Read the Ingredient List, Not Just the Label

The front of the package tells you what the company wants you to see. The ingredient list tells you what’s actually inside. A few things to watch for:

Added sugar. Some protein powders contain as much as 23 grams of sugar per scoop. Combined with milk, a single shake can exceed 1,200 calories. Check the nutrition panel for added sugars and aim for a product with fewer than 5 grams per serving unless you’re specifically trying to gain weight.

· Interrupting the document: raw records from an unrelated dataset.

"""Spark: run the recipes through a Spark session on CDM tables staged as Parquet (pyspark 4).

:func:`local_spark` starts a small local session set up as the recipes need it: time zone UTC,
``spark.sql.timestampType=TIMESTAMP_NTZ`` (CDM times are naive local times), adaptive query
execution on, the driver bound to 127.0.0.1. :class:`SparkSession` stages an extract's CDM tables
(read through :func:`cohort.source.open_extract`, so with DuckDB's types and full column lists)
as Parquet and registers them as temporary views; every recipe is written to Parquet there and read back
as a temporary view (so the episode loop does not grow its plan), and tables come back as polars.
"""

from __future__ import annotations

import shutil
import tempfile
import time
from pathlib import Path
from typing import Any

import polars as pl

from cohort._errors import CohortError, InputError

__all__ = ["local_spark", "SparkSession"]


def _pyspark() -> Any:
    try:
        import pyspark
        from pyspark.sql import SparkSession as _Session
    except ImportError:  # pragma: no cover - depends on the environment
        msg = "the Spark engine needs pyspark 4 and Java 17: pip install 'dka-cohort[spark]'"
        raise CohortError(msg) from None
    return pyspark, _Session


def local_spark(*, cores: int = 2, memory: str = "1g", app: str = "dka-cohort") -> Any:
    """Start (or get) a local Spark session on 127.0.0.1 set up for the recipes.

    Examples
    --------
    >>> spark = local_spark(cores=2)   # doctest: +SKIP
    """
    _, session_class = _pyspark()
    builder = (
        session_class.builder.master(f"local[{int(cores)}]").appName(app)
        .config("spark.driver.host", "127.0.0.1")
        .config("spark.driver.bindAddress", "127.0.0.1")
        .config("spark.sql.session.timeZone", "UTC")
        .config("spark.sql.timestampType", "TIMESTAMP_NTZ")
        .config("spark.sql.adaptive.enabled", "true")
        .config("spark.sql.shuffle.partitions", str(max(2, int(cores))))
        .config("spark.default.parallelism", str(max(2, int(cores))))
        .config("spark.driver.memory", memory)
        .config("spark.ui.enabled", "false")
        .config("spark.ui.showConsoleProgress", "false")
        .config("spark.sql.execution.arrow.pyspark.enabled", "true")
    )
    try:
        spark = builder.getOrCreate()
    except Exception as error:  # Java missing or the JVM does not start
        msg = f"could not start a local Spark session (is Java 17 installed?): {error}"
        raise CohortError(msg) from None
    spark.sparkContext.setLogLevel("ERROR")
    return spark


class SparkSession:
    """Run recipes in Spark on an extract's CDM tables; tables come back as polars.

    Parameters
    ----------
    spark
        A pyspark session (:func:`local_spark`, or a remote one with the same settings: UTC,
        ``spark.sql.timestampType=TIMESTAMP_NTZ``).
    source
        The extract (opened with :func:`cohort.source.open_extract`); its CDM tables are staged
        as Parquet under ``staging`` and registered as temporary views.
    staging
        A folder for the staged tables (default: a temporary folder removed by :meth:`close`).

    Examples
    --------
    >>> with SparkSession(local_spark(), "demo/extract") as session:   # doctest: +SKIP
    ...     run_recipes(session, "consensus-2024")
    """

    dialect = "spark"

    def __init__(self, spark: Any, source: str | Path, *, staging: str | Path | None = None) -> None:
        from cohort._cdm import CDM_TABLES
        from cohort.source import open_extract

        self.spark = spark
        conf = spark.conf
        if conf.get("spark.sql.session.timeZone") != "UTC":
            msg = ("the Spark session's time zone must be UTC (spark.sql.session.timeZone); got "
                   f"{conf.get('spark.sql.session.timeZone')!r}")
            raise InputError(msg)
        self._own_staging = staging is None
        self.staging = Path(tempfile.mkdtemp(prefix="dka-spark-")) if staging is None else Path(staging)
        self.staging.mkdir(parents=True, exist_ok=True)
        self.seconds: dict[str, float] = {}
        self._paths: dict[str, Path] = {}
        self._views: set[str] = set()
        started = time.perf_counter()
        with open_extract(source) as extract:
            for table, columns in CDM_TABLES.items():
                names = ", ".join(column.name for column in columns)
                path = self.staging / f"cdm_{table}.parquet"
                extract.con.execute(f"copy (select {names} from {table}) to '{path}' (format parquet)")
                self._view(spark.read.parquet(str(path)), table)
        self.seconds["load"] = time.perf_counter() - started

    def __enter__(self) -> SparkSession:
        return self

    def __exit__(self, *exc: object) -> None:
        self.close()

    def _view(self, frame: Any, name: str) -> None:
        frame.createOrReplaceTempView(name)
        self._views.add(name)

    def close(self) -> None:
        """Drop the temporary views made here and remove the staging folder (the session stays)."""
        for name in sorted(self._views):
            self.spark.catalog.dropTempView(name)
        self._views.clear()
        if self._own_staging:
            shutil.rmtree(self.staging, ignore_errors=True)

    def _sql(self, sql: str, recipe: str) -> Any:
        try:
            return self.spark.sql(sql)
        except Exception as error:
            text = str(error).strip().splitlines()[0] if str(error).strip() else type(error).__name__
            msg = f"Spark refused {recipe}: {text}"
            raise CohortError(msg) from None

    def register_codelists(self, lists: Any) -> None:
        """Stage the code lists as Parquet and register ``dka_codelist_<name>`` views."""
        for name, frame in lists.frames.items():
            path = self.staging / f"codelist_{name}.parquet"
            frame.write_parquet(path)
            self._view(self.spark.read.parquet(str(path)), f"dka_codelist_{name}")

    def _path(self, target: str) -> Path:
        self._version = getattr(self, "_version", 0) + 1
        return self.staging / f"{target}_{self._version}.parquet"

    def _write(self, frame: Any, path: Path, target: str, mode: str = "error") -> None:
        try:
            frame.write.mode(mode).parquet(str(path))
        except Exception as error:
            text = str(error).strip().splitlines()[0]
            msg = f"Spark failed running {target}: {text}"
            raise CohortError(msg) from None

    def materialise(self, target: str, sql: str) -> None:
        """Write ``sql`` to Parquet under the staging folder and make ``target`` a view over it.

        Each table is written once to a new path, so a recipe never reads files being replaced
        and the episode loop's plans stay short.
        """
        started = time.perf_counter()
        path = self._path(target)
        self._write(self._sql(sql, target), path, target)
        self._paths[target] = path
        self._view(self.spark.read.parquet(str(path)), target)
        self.seconds[target] = self.seconds.get(target, 0.0) + time.perf_counter() - started

    def append(self, target: str, sql: str) -> None:
        """Append the rows of ``sql`` to table ``target``'s Parquet folder."""
        path = self._paths[target]
        self._write(self._sql(sql, target), path, target, mode="append")
        self._view(self.spark.read.parquet(str(path)), target)

    def count(self, table: str) -> int:
        """Rows of ``table``."""
        return int(self.spark.table(table).count())

    def fetch(self, table: str) -> pl.DataFrame:
        """Table ``table`` as polars (through Arrow)."""
        return pl.from_arrow(self.spark.table(table).toArrow())  # type: ignore[return-value]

Protein spiking. Some manufacturers add cheap amino acids like glycine or taurine to inflate the protein number on the label. These amino acids register as protein on standard testing but don’t contribute meaningfully to muscle building. If you see individual amino acids listed separately in the ingredients (not as part of a BCAA blend you’re intentionally buying), that’s a red flag. A clean protein powder should list the protein source as the first ingredient, with minimal extras.

Fillers and thickeners. Ingredients like maltodextrin, xanthan gum, and various gums are common and generally harmless in small amounts, but they can cause bloating in sensitive individuals. Artificial sweeteners like sucralose and acesulfame potassium are also common. If you’ve had digestive issues with protein powder before, try a product with a shorter ingredient list.

Match the Powder to Your Actual Goal

Your reason for buying protein powder should shape which one you pick. Someone trying to build muscle after workouts has different needs than someone adding protein to a morning smoothie for general nutrition.

If your goal is muscle growth, prioritize a powder with at least 20 to 25 grams of protein per serving and high leucine content. Whey isolate is the most efficient option here. Take it within a couple of hours of training, though total daily protein intake matters more than exact timing.

If you’re managing weight, look for a powder that’s low in sugar and calories, with 20-plus grams of protein per serving. Protein is the most satiating macronutrient, so a shake between meals can reduce overall calorie intake. Casein’s slower digestion may keep you feeling full longer than whey.

If you’re supplementing a plant-based diet, choose a blended plant protein (pea and rice, or pea and hemp) to cover your amino acid bases. You may need a slightly larger serving to match the leucine and overall protein quality of whey. Look for products that have been third-party tested given the higher heavy metal risk in plant-based formulas.

If you have a sensitive stomach, start with whey isolate (low lactose), a fermented plant protein, or a single-ingredient powder with no artificial sweeteners. Digestive enzymes are added to some formulas and can help with tolerance.

What a Good Label Looks Like

A solid protein powder, regardless of source, checks these boxes: the protein source listed as the first ingredient, 20 to 30 grams of protein per serving, fewer than 5 grams of sugar, a short ingredient list without amino acid fillers, and at least one third-party certification. The price per gram of protein is a more useful comparison than price per container, since serving sizes vary. Divide the cost of the container by total grams of protein to compare products fairly.

Flavor and mixability matter too, because the best protein powder is the one you’ll actually use consistently. Most brands offer single-serving packets or small sizes, which are worth trying before committing to a full tub.